HOUSTON -- The wife of former Enron Corp. finance chief Andrew Fastow began serving a yearlong prison sentence Monday.
Lea Fastow, 42, dressed in a navy pantsuit, turned herself in at the 11-story federal prison in downtown Houston at 8:20 a.m. Monday, six hours before the judge's deadline. She was accompanied by her lawyer, Mike DeGuerin, father Jack Weingarten, and others.
"She knows she was due here at 2 o'clock and she wanted to get it going," DeGeurin said. "If the judge says do 12 pushups, she's going to do 13."
Andrew Fastow did not accompany his wife.
"Andy is with the children," said DeGeurin, referring to the couple's two grade school-aged kids, who are on a court-approved vacation with their father. "One of them is really too young to understand, but the other one knows all about it."
Guards took Fastow's fingerprints, mug shots, and issued her a khaki-colored prison uniform to change into after she was checked in.
"There were no tears. We have a job to do and we are going to do it the best we can," De Guerin said.
Fastow -- the second Enron-related person to serve jail time for actions associated with the energy company's collapse -- will spend the next year in an 8-foot-by-10-foot cell several miles from her affluent home south of Houston's wealthiest neighborhood. In May, she pleaded guilty to a misdemeanor tax crime, admitting to helping her husband hide ill-gotten money from one of his many financial schemes that fueled the one-time energy giant's December 2001 failure.
Her legal team had asked that the judge in her case recommend the Federal Bureau of Prisons place her at a minimum-security camp for women in Bryan, about 90 miles northwest of Houston. U.S. District Judge David Hittner refused to recommend a specific institution, and the prisons bureau placed her at the lockup about four blocks from Minute Maid Park.
Hittner granted her permission to travel to Florida with her family from June 19 through Sunday.
The lockup, essentially a federal jail, is more restrictive than minimum-security camps because it houses both men and women in separate quarters of all kinds of security classifications. Most are there for drug crimes.
Like other inmates, Fastow will receive 20 to 23 hours of contact visitation with her family each week.
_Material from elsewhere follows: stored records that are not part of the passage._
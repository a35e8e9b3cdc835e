//! Listening files: band-limited resampling of simulated records to an audio rate and WAV encoding of the
//! input, the output and the error (what the chain added), so a person can hear a converter chain.
//!
//! Resampling: [`resample`] (a phase-bank Kaiser-windowed sinc; its design and measured quality are in
//! src/report/wav/resample.rs).

use std::io::Cursor;

use crate::Error;

mod resample;
pub use resample::resample;
use resample::{Resampler, check_rate};

/// Peak of the error file after the gain cap, as a fraction of digital full scale (the same 1/1.05
/// headroom the input and output files get).
const ERROR_PEAK_CAP: f64 = 1.0 / 1.05;
/// Headroom factor between the larger signal peak and the chosen full scale.
const FULL_SCALE_HEADROOM: f64 = 1.05;

/// Sample format of a written WAV file.
#[derive(Debug, Clone, Copy, PartialEq, Eq)]
pub enum WavFormat {
    /// 24-bit signed integer PCM; +1.0 full scale is 2^23 (clamped to 2^23 - 1).
    Int24,
    /// 32-bit IEEE float; full scale is +-1.0.
    Float32,
}

/// Options for the listening files.
#[derive(Debug, Clone, PartialEq)]
pub struct WavOptions {
    /// Sample rate of the written files (Hz); default 48000.
    pub rate_hz: u32,
    /// Sample format; default 24-bit integer.
    pub format: WavFormat,
    /// Gain applied to the error file relative to the shared volts-to-full-scale mapping (linear, not dB);
    /// default 1. Lowered automatically if the error file would clip.
    pub listen_gain: f64,
}
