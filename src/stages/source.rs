//! The signal source: closed-form waveforms of time, Gaussian noise on the analog grid, and WAV files
//! resampled to the analog rate.
//!
//! Closed-form kinds (sine, square, triangle, sawtooth, multitone, chirp, step, dc) are exact functions of
//! time: [`SourceGen::value_at`] gives the value at any instant and [`SourceGen::fill`] evaluates it at the
//! grid instants `n / rate` (computed from `n`, never accumulated). Noise and WAV sources only exist on the
//! grid and are produced by [`SourceGen::fill`] in order.
//!
//! Band-limited noise is white Gaussian noise through a 6th-order Butterworth low-pass (three biquads, bilinear
//! transform prewarped at the bandwidth), scaled by the filter's exact white-noise power gain so the rms
//! after band-limiting is the one asked for. A bandwidth at or above 0.49 x the analog rate gives white noise.
//! WAV files are read whole (the chosen channel, at the file's rate) and resampled to the analog rate in
//! chunks as the run asks for samples.

use std::f64::consts::PI;
use std::path::Path;

use rand::{RngExt, SeedableRng};
use rand_chacha::ChaCha8Rng;
use rand_distr::StandardNormal;
use rubato::audioadapter_buffers::direct::SequentialSlice;
use rubato::{
    Async, Fft, FixedAsync, FixedSync, Resampler, SincInterpolationParameters, WindowFunction,
};

use crate::signal::rotation::Quad;
use crate::signal::stream::Timebase;
use crate::signal::waveform::{Source, Waveform, chirp_cycles};

/// Order of the Butterworth low-pass that band-limits noise (three biquads).
const NOISE_FILTER_ORDER: usize = 6;
/// Largest internal FFT block (output side, frames) accepted for the synchronous resampler; beyond it the
/// asynchronous sinc resampler is used.
const MAX_FFT_BLOCK_OUT: usize = 1 << 20;
/// Target FFT block on the input (file) side of the synchronous resampler, frames. Larger blocks move the
/// anti-aliasing cutoff closer to the file's Nyquist frequency (about 0.987 of it at 1024).
const FFT_BLOCK_IN_TARGET: usize = 1024;
/// Output chunk of the asynchronous resampler, frames.
const ASYNC_CHUNK_OUT: usize = 4096;
/// Scratch size used when skipping forward over grid samples.
const SKIP_CHUNK: usize = 4096;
The former finance chief's wife was indicted last year on six felony tax and conspiracy charges for crimes that occurred after she quit her job as Enron's assistant treasurer in 1997.
Her husband already had been charged with what grew to 98 counts of conspiracy, fraud and others for engineering financial schemes that fueled the company's crash as he skimmed millions of dollars for himself.
According to DeGeurin, she convinced Andrew Fastow to cut a deal with prosecutors and plead guilty as her legal team negotiated a deal for her.
Andrew Fastow pleaded guilty in January to two counts of conspiracy and will serve the maximum 10 years in prison when prosecutors no longer need his cooperation. Lea Fastow got the maximum 12-month sentence for the misdemeanor.
Prosecutors recommended Fastow only serve five months; however, Hittner sentenced her to one year -- much longer than the average sentence for the crime.
"I am still terribly disappointed with the sentence itself. I think it was wrong and unjust," DeGuerin said.
The Fastows, who have two sons under the age of 10, wanted to avoid simultaneous prison sentences. That should be achieved because he is expected to be a key witness in a pending case -- that has yet to be scheduled for trial -- against former Enron chairman Kenneth Lay, former CEO Jeffrey Skilling and former accounting chief Richard Causey.
That case is expected to take months of preparation followed by months of testimony. Lay's lawyers hope he will be tried separately as early as September this year.
Lay was indicted last week on 11 counts of fraud and conspiracy. He was added as a defendant to the existing fraud, conspiracy and insider trading case against Skilling and Causey. All three pleaded not guilty.